* _Your task_
Of all the lines below, output only those starting at the one with "const connection = this.connection;" and ending at the one with "dropped.destroy();", both ends included, exactly as written.

* _Data records_
import { Global, Injectable, Module, type OnApplicationBootstrap, type OnModuleDestroy } from '@nestjs/common';
import { createConnection, type Connection } from 'mariadb';
import { Sequelize } from 'sequelize-typescript';
import type { Transaction } from 'sequelize';
import { retryingConflicts } from '../common/conflict-retry';
import { DATABASE_LOST, type DatabaseLostListener } from '../common/database-unavailable';

/** How long after one poll of the change revisions the next is sent (the poll itself is one small query). */
export const CHANGE_POLL_MS = 200;

/**
 * The staleness bound: a copy kept in memory is served only while the last poll that answered was
 * sent less than this long ago, so a change committed through another API instance (a session
 * ended, an account deactivated, a role changed or taken off, any kitchen write) is served
 * everywhere within this time; typically within one poll, 200 ms. Past it (the database slow or
 * away, the process too busy to poll) every read goes to the database again, as without copies.
 */
export const CHANGE_STALE_MS = 1000;

/**
 * A copy kept without a change heard is still read again after this long, so a row changed in the
 * database by hand (not through the API, which raises the revisions) is seen within this time.
 */
export const KEPT_AT_MOST_MS = 30_000;

/** What a kind of copy depends on: access (sessions, accounts, kitchen roles) or the book (every kitchen's row and items). */
export type ChangeKind = 'access' | 'book';

/** How long the poll waits to connect or for its answer before the copies stop being served. */
const POLL_TIMEOUT_MS = CHANGE_STALE_MS;

/**
 * One small query: the access revision (raised by every change to sessions, accounts and kitchen
 * roles, in its own transaction) and every kitchen's versions (raised by every kitchen write, see
 * SiteRepository.lock and .update).
 */
const POLL_SQL = `SELECT (SELECT revision FROM change_revisions WHERE name = 'access') AS access,
  (SELECT GROUP_CONCAT(id, ':', version, ':', book_version ORDER BY id SEPARATOR ' ') FROM sites) AS sites`;

/**
 * What tells every copy kept in memory that it no longer stands. Each kind of copy has a
 * generation, raised by a change heard from the database (a poll every CHANGE_POLL_MS that finds a
 * revision other than the last one) or made through this instance (at once, and again when its
 * transaction commits: read-your-writes). A copy is kept under the generation it was read at, and
 * served only while that is still the generation and the instance has heard from the database
 * within CHANGE_STALE_MS.
 */
@Injectable()
export class ChangeFeed implements OnApplicationBootstrap, OnModuleDestroy, DatabaseLostListener {
  private readonly generations: Record<ChangeKind, number> = { access: 0, book: 0 };
  private heard: { access: string; sites: string } | null = null;
  /** When (performance.now()) the last poll that answered was sent; -Infinity: none since the last failure. */
  private heardAt = -Infinity;
  private timer: NodeJS.Timeout | null = null;
  private running = false;
  /** The polls asked for, one after another (a poll never fails: it counts as not heard). */
  private polls: Promise<void> = Promise.resolve();
  /**
   * The poll's own connection, beside the pool: a poll never waits behind the requests' queries
   * (which, queued while the copies are not served, would keep them from being served again).
   */
  private connection: Connection | null = null;

  constructor(private readonly sequelize: Sequelize) {}

  async onApplicationBootstrap(): Promise<void> {
    this.running = true;
    await this.hear();
    this.schedule();
  }

  async onModuleDestroy(): Promise<void> {
    this.running = false;
    if (this.timer) clearTimeout(this.timer);
    this.timer = null;
    await this.polls;
    await this.disconnect();
  }

  /** The next poll, CHANGE_POLL_MS after the last one answered (the timer keeps no process alive). */
  private schedule(): void {
    if (!this.running) return;
    this.timer = setTimeout(() => void this.hear().then(() => this.schedule()), CHANGE_POLL_MS);
    this.timer.unref();
  }

  private async disconnect(): Promise<void> {
    const connection = this.connection;
    this.connection = null;
    await connection?.end().catch(() => connection.destroy());
  }

  private async ask(): Promise<{ access: bigint | number | string | null; sites: string | null } | undefined> {
    if (!this.connection) {
      const c = this.sequelize.config;
      this.connection = await createConnection({
        host: c.host,
        port: Number(c.port),
        database: c.database,
        user: c.username,
        password: c.password ?? undefined,
        connectTimeout: POLL_TIMEOUT_MS,
        queryTimeout: POLL_TIMEOUT_MS,
        bigIntAsNumber: false,
      });
      // A connection the server drops between polls says so as an event, which left unheard would end
      // the process: the copies stop being served, and the next poll connects again.
      const dropped = this.connection;
      dropped.on('error', () => {
        if (this.connection === dropped) {
          this.connection = null;
          this.lost();
        }
        dropped.destroy();
      });
    }
    const rows = await this.connection.query<{ access: bigint | number | string | null; sites: string | null }[]>(POLL_SQL);
    return rows[0];
  }

  generation(kind: ChangeKind): number {
    return this.generations[kind];
  }

  /** Whether copies may be served: polling, and the last poll that answered was sent within CHANGE_STALE_MS. */
  fresh(): boolean {
    return this.running && performance.now() - this.heardAt < CHANGE_STALE_MS;
  }

  /**
   * Asks the database now (what the timer does every CHANGE_POLL_MS); a test that changed rows by
   * hand calls it after raising the revision, instead of waiting for the next poll.
   */
  hear(): Promise<void> {
    this.polls = this.polls.then(() => this.poll());
    return this.polls;
  }

  /** The database could not be reached: nothing is served from memory until a poll answers again. */
  lost(): void {
    this.heardAt = -Infinity;
    this.heard = null;
  }

  private async poll(): Promise<void> {
    const sentAt = performance.now();
    try {
      const row = await this.ask();
      const now = { access: String(row?.access ?? ''), sites: String(row?.sites ?? '') };
      if (this.heard?.sites !== now.sites) this.bump('book');
      else if (this.heard.access !== now.access) this.bump('access');
      this.heard = now;
      this.heardAt = sentAt;
    } catch {
      this.lost();
      await this.disconnect();
    }
  }

  /** A book change bumps access too: a person's kitchens are named by the kitchens' rows. */
  private bump(kind: ChangeKind): void {
    this.generations.access++;
    if (kind === 'book') this.generations.book++;
  }

  /**
   * A kitchen write through this instance (SiteRepository raises the kitchen's versions in `t`):
   * this instance's copies go now and when `t` commits; the other instances hear the versions.
   */
  bookChanged(t?: Transaction | null): void {
    this.bump('book');
    t?.afterCommit(() => this.bump('book'));
  }

  /**
   * A change to sessions, accounts or kitchen roles, written by `work` with the access revision
   * raised in the same transaction (`t`, or one of its own), so every instance hears it once it
   * commits, and this instance's copies go at once.
   */
  async accessWrite<T>(t: Transaction | null | undefined, work: (t: Transaction) => Promise<T>): Promise<T> {
    const write = async (tx: Transaction) => {
      const result = await work(tx);
      await this.sequelize.query("UPDATE change_revisions SET revision = revision + 1 WHERE name = 'access'", { transaction: tx });
      this.bump('access');
      tx.afterCommit(() => this.bump('access'));
      return result;
    };
    if (t) return write(t);
    return retryingConflicts(() => this.sequelize.transaction((tx) => write(tx)));
  }
}

/**
 * Copies of what one kind of change invalidates, by key (a session, a person), each served while
 * the feed says it stands (ChangeFeed) and for at most KEPT_AT_MOST_MS. A read that a change
 * overtook while it ran is given to its caller but not kept.
 */
export class KeptUntilChanged<K, V> {
  private readonly kept = new Map<K, { generation: number; at: number; value: V }>();
  /** Reads running, by key, with the generation they started at: requests that miss together share one. */
  private readonly reading = new Map<K, { generation: number; value: Promise<V> }>();

  constructor(
    private readonly feed: ChangeFeed,
    private readonly kind: ChangeKind,
    /** Past this many copies, all are dropped and read again (a bound on memory, not on time). */
    private readonly most = 10_000,
  ) {}

  async get(key: K, read: () => Promise<V>, keep: (value: V) => boolean = () => true): Promise<V> {
    const generation = this.feed.generation(this.kind);
    const hit = this.kept.get(key);
    if (hit && hit.generation === generation && this.feed.fresh() && performance.now() - hit.at < KEPT_AT_MOST_MS) return hit.value;
    const running = this.reading.get(key);
    if (running && running.generation === generation) return running.value;
    const at = performance.now();
    const value = read();
    this.reading.set(key, { generation, value });
    try {
      const v = await value;
      if (this.feed.generation(this.kind) === generation && keep(v)) {
        if (this.kept.size >= this.most) this.kept.clear();
        this.kept.set(key, { generation, at, value: v });
      } else this.kept.delete(key);
      return v;
    } finally {
      if (this.reading.get(key)?.value === value) this.reading.delete(key);
    }
  }

  /** Drops one copy (this instance changed it in a way no other instance needs to hear, a session renewed). */
  forget(key: K): void {
    this.kept.delete(key);
  }
}

@Global()
@Module({
  providers: [ChangeFeed, { provide: DATABASE_LOST, useExisting: ChangeFeed }],
  exports: [ChangeFeed, DATABASE_LOST],
})
export class ChangeFeedModule {}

* _Your response_
    const connection = this.connection;
    this.connection = null;
    await connection?.end().catch(() => connection.destroy());
  }

  private async ask(): Promise<{ access: bigint | number | string | null; sites: string | null } | undefined> {
    if (!this.connection) {
      const c = this.sequelize.config;
      this.connection = await createConnection({
        host: c.host,
        port: Number(c.port),
        database: c.database,
        user: c.username,
        password: c.password ?? undefined,
        connectTimeout: POLL_TIMEOUT_MS,
        queryTimeout: POLL_TIMEOUT_MS,
        bigIntAsNumber: false,
      });
      // A connection the server drops between polls says so as an event, which left unheard would end
      // the process: the copies stop being served, and the next poll connects again.
      const dropped = this.connection;
      dropped.on('error', () => {
        if (this.connection === dropped) {
          this.connection = null;
          this.lost();
        }
        dropped.destroy();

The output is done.